Items from a data source:
*** Block opens ***
import { schubertProblem } from './schubert-problem.ts';

export default schubertProblem({
  shape: { k: 3, n: 6 },
  slug: 'planes-meeting-nine-planes-in-5-space',
  title: 'Planes meeting nine planes in 5-space',
  tags: ['Schubert calculus', 'Grassmannian', 'planes', 'Young tableaux', 'Plücker coordinates', 'excess intersection'],
  question: 'Given nine general planes (2-dimensional affine subspaces) in 5-space, find every plane that meets all nine, each in at least a point. Over the complex numbers, counted in projective 5-space, there are exactly $42$. Planes in 5-space form a 9-dimensional family, and meeting a plane there is one condition (two planes in 5-space usually miss each other).',
  excessNote: [
    'Taken as they come, the nine determinants are cubics: Bézout bound $3^9 = 19683$ for $42$ planes.',
    'The reason so many paths would be wasted is plain in these coordinates: the only cubic term of each equation is $\\det X$ times a constant of its given plane, so all nine have the same top-degree part up to scale and vanish together at infinity on the whole cubic hypersurface $\\det X = 0$, a 7-dimensional set.',
    'Subtracting that shared part leaves one cubic and eight quadrics, Bézout bound $768$, still $726$ more than the true count.',
    'Their top-degree parts are $\\det X$ and combinations of the $2 \\times 2$ minors of $X$, which all vanish on the matrices of rank one, a 4-dimensional set of directions at infinity: the surplus paths diverge towards it rather than to isolated points.',
    'The rows-as-groups start that the generator uses ($1680$ paths, each equation linear in each row) sends its $1638$ surplus paths to where the three spanning points fail to span a plane, for example two rows at infinity that coincide.',
    'The chart misses only planes meeting the fixed plane $x_0 = x_1 = x_2 = 0$, a tenth condition, so for general data every solution is in view.',
    'The same number $42$ counts lines meeting ten 4-planes in 6-space, $G(2,7)$: two different rectangles, $3 \\times 3$ and $2 \\times 5$, with the same number of standard fillings.',
  ].join(' '),
  genericSeed: 20261207,
  demo: {
    id: 'nine-sheets',
    label: 'A sheet touching nine sheets',
    description: 'In a five-dimensional sculpture game of our own, a curved wire runs along $(t, t^2, t^3, t^4, t^5)$, and at nine stations, $t = -1.7, -1.2, -0.8, -0.4, 0.1, 0.5, 0.9, 1.3, 1.8$, a flat sheet (a plane) hugs the wire as closely as a plane can: through the wire point, along its velocity and acceleration. The player must place one more flat sheet that touches all nine. For sheets osculating this curve at real points every solution is real (the Shapiro conjecture, proved by Mukhin, Tarasov and Varchenko, Annals of Mathematics 2009).',
    seed: 17,
    stations: [-1.7, -1.2, -0.8, -0.4, 0.1, 0.5, 0.9, 1.3, 1.8],
  },
  drawn: 'Planes in 5-space are',
  reduceTopForm: true,
});
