import { schubertProblem } from './schubert-problem.ts';

export default schubertProblem({
  shape: { k: 2, n: 5 },
  slug: 'lines-meeting-six-planes-in-4-space',
  title: 'Lines meeting six planes in 4-space',
  tags: ['Schubert calculus', 'Grassmannian', 'lines', 'Catalan numbers', 'Plücker coordinates', 'excess intersection'],
  question: 'Given six general planes (2-dimensional affine subspaces) in 4-space, find every line that meets all six. Over the complex numbers, counted in projective 4-space, there are exactly $5$. Lines in 4-space form a 6-dimensional family, and meeting a plane is one condition, so six planes leave finitely many lines.',
  excessNote: [
    'The total-degree homotopy tracks $2^6 = 64$ paths and $59$ of them diverge.',
    'At infinity of the chart, where $X$ grows without bound, only the quadratic part of each equation matters: a combination of the three $2 \\times 2$ minors of $X$.',
    'All six quadratic parts vanish wherever the two rows of $X$ are parallel, a 3-dimensional set of directions at infinity (rank-one matrices); the $59$ surplus paths end on it, not at isolated points.',
    'With the rows as variable groups the start has $20$ paths, and the $15$ surplus ones go to the surface in $\\mathbb{P}^3 \\times \\mathbb{P}^3$ where both rows lie at infinity and coincide: the two spanning points become one point, their "line" is undefined, and every meeting determinant vanishes there.',
    'No true solution is lost off the chart: the lines it misses are those meeting the fixed plane $x_0 = x_1 = 0$, a seventh condition that no line meets together with six general planes.',
  ].join(' '),
  genericSeed: 20261205,
  demo: {
    id: 'six-panels',
    label: 'A beam touching six panels',
    description: 'In a four-dimensional maze game of our own, a curved rail runs through the game world along $(t, t^2, t^3, t^4)$. At six stations, $t = -1.6, -1, -0.4, 0.3, 0.9, 1.5$, a flat panel hugs the rail as closely as a plane can (its osculating plane: through the rail point, along the rail’s velocity and acceleration). The player must fire one straight beam that touches all six panels. All five beams are real: for subspaces osculating this curve at real points every solution is real (the Shapiro conjecture, proved by Mukhin, Tarasov and Varchenko, Annals of Mathematics 2009).',
    seed: 11,
    stations: [-1.6, -1, -0.4, 0.3, 0.9, 1.5],
  },
  drawn: 'Lines in 4-space are',
});
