import { describe, expect, it } from 'vitest';
import Complex from 'complex.js';
import { axpy, cdiv, distInf, dotc, dotu, matVec, normInf, norm2, scale } from '../../../src/engine/complex/packed.ts';

// Reference values come from complex.js (a general-purpose complex-number library) or from hand arithmetic.
const pack = (...zs: [number, number][]): Float64Array => new Float64Array(zs.flat());

describe('packed complex kernels', () => {
  it('normInf is the largest modulus (|3 + 4i| = 5, hand arithmetic)', () => {
    expect(normInf(pack([1, 1], [3, 4], [-2, 0]))).toBe(5);
  });
  it('norm2 is the Euclidean norm over re and im parts', () => {
    expect(norm2(pack([1, 2], [2, 4]))).toBeCloseTo(5, 14);
  });
  it('distInf measures the largest entrywise distance', () => {
    expect(distInf(pack([0, 0], [1, 1]), pack([3, 4], [1, 1]))).toBe(5);
  });
  it('axpy and scale agree with complex.js products', () => {
    const x = pack([1, 2], [-3, 0.5]), y = pack([0.25, -1], [2, 2]);
    const out = new Float64Array(4);
    axpy(out, x, 0.5, -1.5, y);
    const a = new Complex(0.5, -1.5);
    [0, 1].forEach((k) => {
      const ref = new Complex(x[2 * k]!, x[2 * k + 1]!).add(a.mul(new Complex(y[2 * k]!, y[2 * k + 1]!)));
      expect(out[2 * k]).toBeCloseTo(ref.re, 14);
      expect(out[2 * k + 1]).toBeCloseTo(ref.im, 14);
    });
    scale(out, 0, 1, x);
    expect(Array.from(out)).toEqual([-2, 1, -0.5, -3]); // i·(1 + 2i) = −2 + i, i·(−3 + 0.5i) = −0.5 − 3i
  });
  it('dotc conjugates its first argument: ⟨a, a⟩ = ‖a‖²', () => {
    const a = pack([1, 2], [3, -4]);
    const out = new Float64Array(2);
    dotc(out, a, a);
    expect(out[0]).toBe(30);
    expect(out[1]).toBe(0);
  });
  it('dotu does not conjugate and reads and writes at the given offsets (complex.js reference)', () => {
    const a = pack([9, 9], [1, 2], [3, -4]), b = pack([2, -1], [0.5, 3]);
    const out = new Float64Array(4);
    dotu(out, a, b, 2, 2, 0, 2);
    const ref = new Complex(1, 2).mul(new Complex(2, -1)).add(new Complex(3, -4).mul(new Complex(0.5, 3)));
    expect(out[0]).toBe(0);
    expect(out[2]).toBeCloseTo(ref.re, 14);
    expect(out[3]).toBeCloseTo(ref.im, 14);
  });
  it('matVec multiplies a packed row-major matrix by a vector (complex.js reference)', () => {
    const m = pack([1, 1], [2, 0], [0, -1], [3, 2]);
    const v = pack([1, -1], [0.5, 2]);
    const out = new Float64Array(4);
    matVec(out, m, v, 2, 2);
    const c = (k: number, arr: Float64Array) => new Complex(arr[2 * k]!, arr[2 * k + 1]!);
    const r0 = c(0, m).mul(c(0, v)).add(c(1, m).mul(c(1, v)));
    const r1 = c(2, m).mul(c(0, v)).add(c(3, m).mul(c(1, v)));
    expect(out[0]).toBeCloseTo(r0.re, 14);
    expect(out[1]).toBeCloseTo(r0.im, 14);
    expect(out[2]).toBeCloseTo(r1.re, 14);
    expect(out[3]).toBeCloseTo(r1.im, 14);
  });
  it.each([[1, 2, 3, 4], [1e-300, 1, 1e-300, 3], [5, -7, 1e200, 1e199], [2, 0, 0, -2]])('cdiv (%s + %si)/(%s + %si) matches complex.js', (ar, ai, br, bi) => {
    const out = new Float64Array(2);
    cdiv(out, 0, ar, ai, br, bi);
    const ref = new Complex(ar, ai).div(new Complex(br, bi));
    expect(Math.abs(out[0]! - ref.re)).toBeLessThanOrEqual(1e-15 * Math.max(Math.abs(ref.re), Math.abs(ref.im)));
    expect(Math.abs(out[1]! - ref.im)).toBeLessThanOrEqual(1e-15 * Math.max(Math.abs(ref.re), Math.abs(ref.im)));
  });
});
*** Block closes ***
The task
Please copy, exactly and with nothing else, the lines above beginning at the line that has "expect(norm2(pack([1, 2], [2, 4]))).toBeCloseTo(5, 14);" and ending with the line that has "it('axpy and scale".

Output below
    expect(norm2(pack([1, 2], [2, 4]))).toBeCloseTo(5, 14);
  });
  it('distInf measures the largest entrywise distance', () => {
    expect(distInf(pack([0, 0], [1, 1]), pack([3, 4], [1, 1]))).toBe(5);
  });
  it('axpy and scale agree with complex.js products', () => {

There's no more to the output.